Page MenuHomePhabricator

Non existing article is one of the most viewed according to the data returned by the /metrics/pageviews/top/ API
Closed, ResolvedPublic3 Estimated Story Points

Description

There's a non existing article among the most viewed articles of the Basque language wikipedia since the 8th of October.

The article in question is "Teratologia": https://eu.wikipedia.org/wiki/Teratologia

It's one of the most viewed articles according to the API but I think that it's quite strange and probably it's a bug.
https://wikimedia.org/api/rest_v1/metrics/pageviews/top/eu.wikipedia/all-access/2016/10/07

I found this because I created a website that uses this API's data. It's in Basque but you can check the evolution of the page views of the "Teratologia" article in the graphic:
http://wikidosia.aldatsa.eus/joerak?artikuluak=Teratologia

teratologia-page-views-evolution.png (464×1 px, 33 KB)

It has zero page views until the 8th of October as expected for a non existing article but then there's a high number of page views. Isn't it strange?

Event Timeline

Asier_Iturralde_Sarasola renamed this task from Non existing article in the data returned by the /metrics/pageviews/top/ API to Non existing article is one of the most viewed according to the data returned by the /metrics/pageviews/top/ API.Oct 26 2016, 11:01 AM

This issue is caused by usual hidden bot traffic. I link this task as a subtask of T138207.

Hive query:

SELECT
  user_agent_map,
  SUM(view_count)
FROM wmf.pageview_hourly
WHERE year = 2016
  AND month = 10
  AND project = 'eu.wikipedia'
  AND page_title = 'Teratologia'""").registerTempTable("eu")
GROUP BY
user_agent_map;

Result: [Windows XP,-,-,6,IE,Other,-,11307]

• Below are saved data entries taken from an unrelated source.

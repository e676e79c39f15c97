"""Thermal impedance Zth(t) of parts under unit power steps, from one reduced basis.

Definition used throughout (and in ``zth.csv``): ``Zth[A, j](t)`` in K/W is the maximum over the
nodes of part A's cells (the contract's part maximum) of the temperature rise above ambient at time
t, when 1 W steps on at t = 0 in part j (spread over the volume part j holds), the model starting
at ambient and every ambient held constant. ``A = j`` is a self term, ``A ≠ j`` a cross term.
Because the hottest node of A may move with time, Zth[A, j] is not exactly a sum of exponentials;
the Foster fit (:mod:`solver.answers.foster`) approximates it.

Times are log-spaced from a tenth of the fastest time constant that carries at least 1 % of any
pair's steady value to ten times the slowest (about 0.005 % of the step left), at least four
decades. The basis grows until two successive bases agree within ``tol`` (0.1 %) relative to
max(Zth(t), 1 % of its steady value) at every time: the same measure the Foster fit is judged by.
"""
from __future__ import annotations

from dataclasses import dataclass, field

import numpy as np

from solver.errors import ModelError, SolveError
from solver.answers.unitresponse import ModalBasis, MultiShiftBasis, diffusion_times, heat_patterns, require_linear, step_factor

DEFAULT_TOL = 1e-3  # relative to max(Zth(t), FLOOR × steady value)
FLOOR = 0.01
MAX_ROUNDS = 14
MIN_ROUNDS = 2
POINTS_PER_DECADE = 20
NODE_CHUNK = 20000
SIGNIFICANT = 1e-2  # share of a pair's steady value that makes a mode count for the time range


@dataclass
class ZthResult:
    parts: list  # names of the observed parts (rows A)
    heated: list  # names of the heated parts (columns j)
    times: np.ndarray  # (T,) s
    zth: np.ndarray  # (A, j, T) K/W
    rth: np.ndarray  # (A, j) steady value, K/W
    basis_size: int = 0
    rounds: int = 0
    error_estimate: float = float("nan")  # relative to the steady value
    shifts: list = field(default_factory=list)

    def pairs(self):
        """(a index, j index, part name, heated part name) for every pair."""
        for a, name in enumerate(self.parts):
            for j, h in enumerate(self.heated):
                yield a, j, name, h


def _observed(model, parts, heated_idx) -> list[int]:
    names = [p.name for p in model.parts]
    if parts:
        out, issues = [], []
        for p in parts:
            if p not in names:
                issues.append(("--part", f"no part named {p!r} (parts: {', '.join(names)})"))
            else:
                out.append(names.index(p))
        if issues:
            raise ModelError(issues)
        return list(dict.fromkeys(out))
    rated = [i for i, p in enumerate(model.parts) if p.rated_c is not None]
    return rated or list(heated_idx)


def _curves(problem, modal: ModalBasis, g: np.ndarray, observed, times) -> tuple[np.ndarray, np.ndarray]:
    """(Zth (A, j, T), Rth (A, j)) for the modal basis."""
    pn = problem.part_nodes
    s = step_factor(modal.lam, times)  # (r, T)
    with np.errstate(divide="ignore"):
        inv = np.where(modal.lam > 0, 1.0 / np.where(modal.lam > 0, modal.lam, 1.0), np.inf)
    m = g.shape[1]
    z = np.full((len(observed), m, len(times)), -np.inf)
    rth = np.full((len(observed), m), -np.inf)
    for a, part in enumerate(observed):
        ids = pn.index[pn.offsets[part]:pn.offsets[part] + pn.counts[part]]
        for c in range(0, len(ids), NODE_CHUNK):
            rows = modal.rows(ids[c:c + NODE_CHUNK])  # (n, r)
            for j in range(m):
                z[a, j] = np.maximum(z[a, j], (rows @ (g[:, j, None] * s)).max(axis=0))
                rth[a, j] = max(rth[a, j], float((rows @ (g[:, j] * inv)).max()))
    return z, rth


def _time_range(problem, modal: ModalBasis, g: np.ndarray, observed) -> tuple[float, float]:
    """(t_lo, t_hi) from the modes that matter for the steady values of the observed pairs."""
    pn = problem.part_nodes
    lam = modal.lam
    pos = lam > lam.max() * 1e-14
    sig = np.zeros(len(lam), dtype=bool)
    for part in observed:
        ids = pn.index[pn.offsets[part]:pn.offsets[part] + pn.counts[part]]
        rows = modal.rows(ids)
        for j in range(g.shape[1]):
            contrib = rows * (g[:, j] / np.where(pos, lam, 1.0))[None, :]
            contrib[:, ~pos] = 0.0
            hot = int(np.argmax(contrib.sum(axis=1)))
            c = np.abs(contrib[hot])
            sig |= c >= SIGNIFICANT * max(float(contrib[hot].sum()), 1e-300)
    sig &= pos
    if not sig.any():
        raise SolveError("no mode carries the heat to ambient; the unit responses have no steady state")
    t_lo = 0.1 / float(lam[sig].max())
    t_hi = 10.0 / float(lam[sig].min())
    return min(t_lo, t_hi * 1e-4), t_hi


def log_times(t_lo: float, t_hi: float, per_decade: int = POINTS_PER_DECADE) -> np.ndarray:
    n = int(np.ceil(np.log10(t_hi / t_lo) * per_decade)) + 1
    times = np.geomspace(t_lo, t_hi, n)
    times[0], times[-1] = t_lo, t_hi  # the ends exactly (geomspace may round them)
    return times


def check_zth_model(problem) -> list[int]:
    """Heated part indices, or a ModelError naming why Zth cannot be computed."""
    require_linear(problem.model)
    heated = list(dict.fromkeys(p for p, _ in problem.heat_profiles))
    issues = []
    if not heated:
        issues.append(("heat_loads", "no heat load: Zth is the response to a part's power, so at least one "
                                     "part must carry a heat load"))
    if not problem.conv_loads:
        issues.append(("convection", "no convection face: without a path to ambient there is no steady "
                                     "state and Zth grows without bound"))
    if issues:
        raise ModelError(issues)
    return heated


def compute_zth(problem, parts=None, linear_solver: str = "auto", tol: float = DEFAULT_TOL,
                per_decade: int = POINTS_PER_DECADE, progress=None) -> ZthResult:
    """Zth of the observed parts (``parts`` names, default the rated parts, else the heated
    parts) for a 1 W step in each heated part. ``progress(message)`` is called after each round."""
    heated = check_zth_model(problem)
    observed = _observed(problem.model, parts, heated)
    rhs = heat_patterns(problem, heated)
    fast, slow = diffusion_times(problem)
    n_shifts = 3 if slow / fast > 100 else 2
    shifts = list(np.geomspace(1.0 / slow, 1.0 / fast, n_shifts))
    basis = MultiShiftBasis(problem, rhs, shifts, linear_solver=linear_solver)
    prev = None
    result = None
    try:
        for rnd in range(1, MAX_ROUNDS + 1):
            added = basis.grow_round()
            modal = ModalBasis(problem, basis.V.copy())
            g = modal.modal_loads(rhs)
            t_lo, t_hi = _time_range(problem, modal, g, observed)
            times = log_times(t_lo, t_hi, per_decade)
            z, rth = _curves(problem, modal, g, observed, times)
            err = float("nan")
            if prev is not None:
                zp, _ = _curves(problem, prev, prev.modal_loads(rhs), observed, times)
                floor = np.maximum(z, FLOOR * rth[:, :, None])
                err = float(np.max(np.abs(z - zp) / floor))
            result = ZthResult([problem.model.parts[i].name for i in observed],
                               [problem.model.parts[i].name for i in heated], times, z, rth,
                               basis.size, rnd, err, shifts)
            if progress is not None:
                progress(f"round {rnd}: basis {basis.size} vectors, change {err:.2g} (relative)")
            if (rnd >= MIN_ROUNDS and err <= tol) or added == 0 or basis.full:
                break
            prev = modal
    finally:
        basis.close()
    if not np.isfinite(result.error_estimate) or result.error_estimate > 10 * tol:
        problem.warnings.append(f"the Zth basis changed by {result.error_estimate:.2g} (relative) in its "
                                f"last round (target {tol:g}); the curves may be inaccurate")
    return result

JAllemandou moved this task from Backlog (Later) to Wikistats on the Analytics board.
JAllemandou subscribed.

In this case i think mediawiki might be retuning 200 to a non existing page, correct? For us to be counting these as pageviews

Milimetric triaged this task as Medium priority.May 8 2017, 2:28 PM
Nuria moved this task from Next Up to In Progress on the Analytics-Kanban board.
Nuria unsubscribed.
Nuria set the point value for this task to 3.Jul 11 2017, 6:42 PM

I am sorry we didi not looked at this earlier. Page got created December 7th, so pageviews before then are likely from edit/preview requests (we had a bug that counted those). See: https://phabricator.wikimedia.org/T156628

The UA responsable for those pageviews is : {"browser_major":"6","os_family":"Windows XP","os_major":"-","device_family":"Other","browser_family":"IE","os_minor":"-","wmf_app_version":"-"} which is responsible for 19000 pageviews on that page, that points to bot traffic and probably a bogus UA (hard to say). That doesn't mean that traffic is not real, it is, but it is automated. Our top computation is really not reliable when it comes to "human" traffic as it is affected by bot traffic of bots that are not self-reported as such. This is something we hope to solve in the upcoming year.